El punto de vista de Amory, aunque peligroso, no estaba lejos de la verdad. Sus reacciones para con el medio ambiente podían resumirse en las siguientes tablas, empezando por sus primeros años:
1. El Amory fundamental.
2. Amory más Beatrice.
3. Amory más Beatrice más Minneapolis.
St. Regis deshizo todo aquello para volver a empezar de nuevo:
4. Amory más St. Regis.
5. Amory más St. Regis más Princeton.
Aquí es donde más se había aproximado al éxito, por la vía del conformismo. El Amory fundamental, indolente, imaginativo y rebelde había quedado casi sepultado. Al conformarse había triunfado, pero su imaginación estaba lejos de sentirse satisfecha con su propio éxito; por lo que, de forma casi indiferente y accidental, había desbaratado todo lo conseguido, para convertirse de nuevo en él.
6. Amory fundamental.
El día de Acción de Gracias, apacible y discretamente falleció su padre. La incongruencia de aquella muerte con los encantos de Lake Geneva o la actitud reticente y digna de su madre le divertía, y asistió al funeral con alegre tolerancia. Pensaba que el entierro era preferible a la cremación y sonrió ante el procedimiento elegido en su niñez, oxidación lenta en la copa de un árbol. El día siguiente a la ceremonia se entretenía en el sofá de la biblioteca, ensayando actitudes mortuorias y tratando de saber si le encontrarían, cuando le llegara su hora, con las manos piadosamente cruzadas sobre el pecho (monseñor Darcy había patrocinado esa postura como la más distinguida) o con las manos cruzadas bajo la nuca, con un gesto más pagano y byroniano.

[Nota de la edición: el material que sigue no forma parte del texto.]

// Companded N-bit quantizer: continuous compressor, N-bit mid-rise uniform quantizer
// in the compressed domain [-1, 1], expander. The compressor only guesses the level;
// a comparison against the expanded decision values settles it, so encode() agrees
// with table() to the last bit and ties go to the level farther from zero.
import type { CompandingLaw } from '../laws/index';
import type { StageOptions } from '../spec/types';
import { checkBits, LevelQuantizer, resolveOptions } from './level-quantizer';

export interface CompandedOptions extends StageOptions {
  bits: number;
}

export class CompandedQuantizer extends LevelQuantizer {
  readonly law: CompandingLaw;
  private readonly half: number;
  /** Decision magnitudes: mags[m] is the lower edge of magnitude level m (mags[0] = 0). */
  private readonly mags: Float64Array;
  private readonly scale: number;
  // Inline forms of the compressor for the guess (a virtual call per sample costs
  // more than the logarithm); the comparison that follows makes any rounding harmless.
  private readonly guessKind: 0 | 1 | 2;
  private readonly p: number;
  private readonly invNorm: number;

  constructor(law: CompandingLaw, opts: CompandedOptions, label: string) {
    const bits = opts.bits;
    checkBits(bits, 2, 16, `${law.name}-law`);
    const resolved = resolveOptions(opts);
    const v = resolved.overloadPoint;
    const lc = resolved.loadCapacityDbm0;
    const half = 1 << (bits - 1);
    const segs = Math.min(resolved.segments, half);

    const mags = new Float64Array(half + 1);
    const outMags = new Float64Array(half);
    for (let m = 0; m <= half; m++) mags[m] = m === 0 ? 0 : v * law.expand(m / half);
    for (let m = 0; m < half; m++) outMags[m] = v * law.expand((m + 0.5) / half);

    const levels = 2 * half;
    const outputs = new Float64Array(levels);
    const decisions = new Float64Array(levels - 1);
    const segmentByCode = new Uint8Array(levels);
    const segOfMag = (m: number): number => Math.floor((m * segs) / half);
    for (let m = 0; m < half; m++) {
      outputs[half + m] = outMags[m];
      outputs[half - 1 - m] = -outMags[m];
      segmentByCode[half + m] = segOfMag(m);
      segmentByCode[half - 1 - m] = segOfMag(m);
    }
    for (let c = 1; c < levels; c++) {
      const m = c - half; // decision between code c-1 and c
      decisions[c - 1] = m >= 0 ? mags[m] : -mags[-m];
    }
    const edges = new Float64Array(segs + 1);
    for (let s = 1; s < segs; s++) edges[s] = mags[Math.ceil((s * half) / segs)];
    edges[segs] = v;

    super({
      kind: law.name,
      label,
      bits,
      overloadPoint: v,
      loadCapacityDbm0: lc,
      segmentEdges: edges,
      outputs,
      decisions,
      segmentByCode,
    });
    this.law = law;
    this.half = half;
    this.mags = mags;
    this.scale = 1 / v;
    const p = law.parameter;
    this.p = p;
    if (law.name === 'mu' && p >= 1e-3) {
      this.guessKind = 1;
      this.invNorm = half / Math.log1p(p);
    } else if (law.name === 'a' && p > 1) {
      this.guessKind = 2;
      this.invNorm = half / (1 + Math.log(p));
    } else {
      this.guessKind = 0;
      this.invNorm = half;
    }
  }

  encode(x: number): number {
    const a = Math.abs(x);
    if (!(a === a)) return this.half; // NaN
    const half = this.half;
    const mags = this.mags;
    const r = a * this.scale;
    let g: number;
    if (this.guessKind === 1) g = Math.log1p(this.p * r) * this.invNorm;
    else if (this.guessKind === 2) {
      const ar = this.p * r;
      g = (ar < 1 ? ar : 1 + Math.log(ar)) * this.invNorm;
    } else g = this.law.compress(r) * half;
    let m = Math.floor(g);
    if (m >= half) m = half - 1;
    else if (m < 0) m = 0;
    while (m < half - 1 && a >= mags[m + 1]) m++;
    while (m > 0 && a < mags[m]) m--;
    return x < 0 ? half - 1 - m : half + m;
  }
}
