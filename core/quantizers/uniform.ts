// Uniform N-bit quantizer. Mid-tread follows two's complement PCM (levels k*step,
// k = -L/2 .. L/2-1, so uniform:16 at overload 1.0 is exactly 16-bit PCM);
// mid-rise has symmetric levels (k + 1/2)*step. Exact decision values go to the
// level farther from zero, which keeps both forms odd-symmetric.
import type { UniformStage } from '../spec/types';
import { checkBits, LevelQuantizer, resolveOptions } from './level-quantizer';
import { bandOf, sixDbBandEdges } from './segments';

export class UniformQuantizer extends LevelQuantizer {
  readonly form: 'tread' | 'rise';
  readonly step: number;
  private readonly invStep: number;
  private readonly half: number;

  constructor(stage: UniformStage, label: string) {
    const bits = stage.bits;
    checkBits(bits, 2, 16, 'uniform');
    const { overloadPoint: v, loadCapacityDbm0: lc, segments: segs } = resolveOptions(stage);
    const levels = 1 << bits;
    const half = levels >> 1;
    const step = (2 * v) / levels;
    const rise = stage.form === 'rise';
    const outputs = new Float64Array(levels);
    const decisions = new Float64Array(levels - 1);
    const edges = sixDbBandEdges(v, segs);
    const segmentByCode = new Uint8Array(levels);
    for (let c = 0; c < levels; c++) {
      const k = c - half;
      outputs[c] = (rise ? k + 0.5 : k) * step;
      if (c > 0) decisions[c - 1] = (rise ? k : k - 0.5) * step;
      segmentByCode[c] = bandOf(Math.abs(outputs[c]), edges);
    }
    super({
      kind: 'uniform',
      label,
      bits,
      overloadPoint: v,
      loadCapacityDbm0: lc,
      segmentEdges: edges,
      outputs,
      decisions,
      segmentByCode,
    });
    this.form = rise ? 'rise' : 'tread';
    this.step = step;
    this.invStep = 1 / step;
    this.half = half;
  }

  encode(x: number): number {
    const u = x * this.invStep;
    let k: number;
    if (this.form === 'rise') k = u >= 0 ? Math.floor(u) : -Math.floor(-u) - 1;
    else k = u >= 0 ? Math.floor(u + 0.5) : -Math.floor(0.5 - u);
    if (k >= this.half) k = this.half - 1;
    else if (k < -this.half) k = -this.half;
    else if (k !== k) k = 0; // NaN
    return k + this.half;
  }
}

Mucho más que el abandono de su padre de las cosas mundanas despertó la curiosidad de Amory una conversación tripartita entre Beatrice, Mr. Barton —de la firma Barton and Krogman, sus abogados— y él mismo, que tuvo lugar algunos días después del funeral. Por primera vez tuvo conocimiento real de las finanzas de la familia para comprender la inmensidad de la fortuna que había estado en manos de su padre. Se cogió un legajo con el número 1906 y se lo leyó con cuidado. El gasto total de aquel año había sido superior a los ciento diez mil dólares. De ellos, cuarenta mil constituían la dotación de Beatrice, cuyo asiento estaba todo él contabilizado con el encabezamiento: «Créditos, cheques y letras de cambio a la orden de Beatrice Blaine». El resto estaba minuciosamente contabilizado; los impuestos y mejoras de la finca de Lake Geneva ascendían a casi nueve mil dólares; los gastos de casa, incluyendo el eléctrico de Beatrice y un coche francés, comprado aquel año, superaban los treinta y cinco mil dólares. Todo lo demás había sido esmeradamente anotado, e invariablemente los asientos del debe superaban a los del haber. Amory quedó conmovido al descubrir, en el volumen correspondiente a 1912, la disminución del número de obligaciones y el gran descenso de la renta. Ello no se acusaba en la cuenta de Beatrice, pero parecía evidente que el año anterior su padre había jugado al petróleo con poca fortuna. Se había quemado poco petróleo, pero en cambio Stephen Blaine había salido bastante chamuscado. El siguiente año y el siguiente y el siguiente evidenciaban similares descensos, hasta que Beatrice, por vez primera, empezó a hacer uso de su propio dinero para el gasto de la casa. Aun así, la cuenta del médico en el año 1913 había superado los nueve mil dólares.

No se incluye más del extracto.